What a fantastic place! The orientation short film is well worth it to understand who the Seminole are and why they are here – and also how the museum came to be.
A fiercely independent bunch, they moved down here from Georgia and Alabama in the 1700s, pushed out by colonists. In the early years of our nation, they got pushed deeper into the everglades, evading soldiers who got lost in the swamps.
They eked out a living but eventually found tourists would pay for their crafts as well as to see alligator wrestling. Today, it’s casinos that support their sovereign way of life.
I was most fascinated with the patchwork clothing, beading and jewelry. Everyone was decked out – and not just for special occasions, but every day.
Nice style.
I’m pretty tired, so maybe I shouldn’t have walked one more mile on the boardwalk with interpretive signs describing what I had seen in the swamps, but who knows when I’ll return?



Across the street is the church which has been hosting hikers for some time, really the only place to camp on the res. They’ve built our own chickee plus a bath house and – much to my delight – a laundry room!

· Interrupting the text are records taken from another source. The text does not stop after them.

import { join } from 'node:path';
import { Sha256 } from '@intradyne/core';
import type { AnalysisSettings } from '../analysis/analyze-file.js';
import { parseJsonFile } from '../capture/json-positions.js';
import { InputError } from '../errors/input-error.js';
import { readInputText } from '../load/open-file.js';
import { writeJsonAtomic } from '../write/csv.js';
import { rowProblem, type SweepRow } from './result-row.js';
import type { SweepInputs } from './sweep-inputs.js';

/** The file a finished shard writes into its folder, last, atomically: its rows and what made them. */
export const SHARD_RECORD_FILE = 'shard.json';

/** The value of a shard record's `format` field. */
export const SHARD_RECORD_FORMAT = 'intradyne sweep shard, version 1';

/** A row of a shard with its place in the whole sweep's order. */
export interface PlacedRow {
  /** 0-based position of the capture in the sweep's order (sorted folder keys, or the manifest's order). */
  readonly position: number;
  /** The capture's row of the results table. */
  readonly row: SweepRow;
}

/**
 * What a finished shard of a sweep leaves for the merge: which shard it is,
 * the library version and settings it ran with, what the whole sweep was
 * (so that shards of different inputs are not merged) and its rows.
 */
export interface ShardRecord {
  /** {@link SHARD_RECORD_FORMAT}: what the file is, and which layout. */
  readonly format: typeof SHARD_RECORD_FORMAT;
  /** Shard index, 0 ≤ shard < shards. */
  readonly shard: number;
  /** Number of shards N of the split. */
  readonly shards: number;
  /** The library version (`LIBRARY_VERSION`) the shard ran with. */
  readonly version: string;
  /** `settingsFingerprint` of the settings (covers the version too). */
  readonly settingsSha256: string;
  /** The analysis settings themselves (named when two shards disagree). */
  readonly settings: AnalysisSettings;
  /** The whole sweep: folder or manifest, its number of captures, and the SHA-256 of its capture keys in order. */
  readonly input: {
    /** A folder or a manifest. */
    readonly kind: SweepInputs['kind'];
    /** Captures of the whole sweep. */
    readonly captures: number;
    /** SHA-256 of the whole sweep's capture keys, in order, one per line. */
    readonly listingSha256: string;
  };
  /** The shard's rows, in the sweep's order. */
  readonly rows: readonly PlacedRow[];
  /** SHA-256 (hex) of `rows` as written (`JSON.stringify(rows)`): rows edited or damaged no longer match. */
  readonly rowsSha256: string;
}

const UTF8 = new TextEncoder();

/**
 * SHA-256 (hex) of a sweep's capture keys in its order, one per line: equal
 * for two shards of the same folder or manifest on any machine (the keys are
 * relative to the sweep root).
 */
export function listingFingerprint(inputs: SweepInputs): string {
  return new Sha256().update(UTF8.encode(inputs.captures.map((c) => `${c.key}\n`).join(''))).hex();
}

/** SHA-256 (hex) of a shard's rows as written. */
const rowsFingerprint = (rows: unknown) => new Sha256().update(UTF8.encode(JSON.stringify(rows))).hex();

/** Writes a shard's record into its folder, atomically, replacing an earlier one, with the rows' fingerprint. */
export function writeShardRecord(dir: string, record: Omit<ShardRecord, 'rowsSha256'>): string {
  const path = join(dir, SHARD_RECORD_FILE);
  writeJsonAtomic(path, { ...record, rowsSha256: rowsFingerprint(record.rows) }, { overwrite: true });
  return path;
}

const isWhole = (v: unknown): v is number => typeof v === 'number' && Number.isSafeInteger(v) && v >= 0;

/**
 * Reads and checks a shard record, every row as `rowProblem` checks a row,
 * and the rows against their fingerprint `rowsSha256`.
 * @throws InputError naming the file and the field or row that is missing or wrong
 * @example readShardRecord('lab-sweep/shard-2-of-4/shard.json').rows.length // captures of shard 2
 */
export function readShardRecord(path: string): ShardRecord {
  const doc = parseJsonFile(readInputText(path, 'shard record'), path) as Record<string, unknown>;
  const bad = (field: string, expected: string) =>
    new InputError({ file: path }, `field '${field}'`, expected, JSON.stringify(doc?.[field] ?? null).slice(0, 80));
  if (doc === null || typeof doc !== 'object') throw new InputError({ file: path }, 'shard record', 'a JSON object', String(doc));
  if (doc.format !== SHARD_RECORD_FORMAT) throw bad('format', JSON.stringify(SHARD_RECORD_FORMAT));
  if (!isWhole(doc.shards) || doc.shards < 1) throw bad('shards', 'a positive whole number');
  if (!isWhole(doc.shard) || doc.shard >= doc.shards) throw bad('shard', `a whole number below shards (${doc.shards})`);
  if (typeof doc.version !== 'string') throw bad('version', 'the library version');
  if (typeof doc.settingsSha256 !== 'string') throw bad('settingsSha256', 'a SHA-256 in hex');
  if (doc.settings === null || typeof doc.settings !== 'object') throw bad('settings', 'the analysis settings');
  const input = doc.input as Record<string, unknown> | null;
  if (input === null || typeof input !== 'object' || !isWhole(input.captures) || typeof input.listingSha256 !== 'string')
    throw bad('input', 'the sweep input: { kind, captures, listingSha256 }');
  if (!Array.isArray(doc.rows)) throw bad('rows', 'an array of { position, row }');
  for (const [i, r] of (doc.rows as { position?: unknown; row?: { capture?: unknown } }[]).entries()) {
    if (!isWhole(r?.position) || typeof r.row?.capture !== 'string')
      throw new InputError({ file: path }, 'rows', 'entries { position, row } with a capture', JSON.stringify(r).slice(0, 80));
    // Rows are checked like any input, so that a damaged record never reaches the merged table.
    const problem = rowProblem(r.row);
    if (problem !== null)
      throw new InputError(
        { file: path },
        `row ${i + 1} (${JSON.stringify(r.row.capture).slice(0, 60)})`,
        'a results row of this version',
        problem,
      );
  }
  if (doc.rowsSha256 !== rowsFingerprint(doc.rows))
    throw bad('rowsSha256', 'the fingerprint of the rows written with it (the rows were edited or damaged)');
  return doc as unknown as ShardRecord;
}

I’m over the moon! I’m not sure how good it would feel to be clean but put on filthy clothes. A miracle!
But the miracles don’t stop there. Yesterday was the first Sunday of the month when the church puts on a community dinner. There are heaps of leftovers to share. My hiker hunger is satisfied!
As the temperatures are getting into the mid-80s, I take any warm clothes out of my pack to send home, delighted the post office is still open. She even mentions if I forgot something in my pack, just run it right back over.
I didn’t even know the res had a post office and now I’m a good deal lighter. Still, it will be a slog on exposed levees for the coming days.
I’ll drink a lot and take breaks in any shade I find. But right now, I’m well cared for and ready for a good night’s sleep.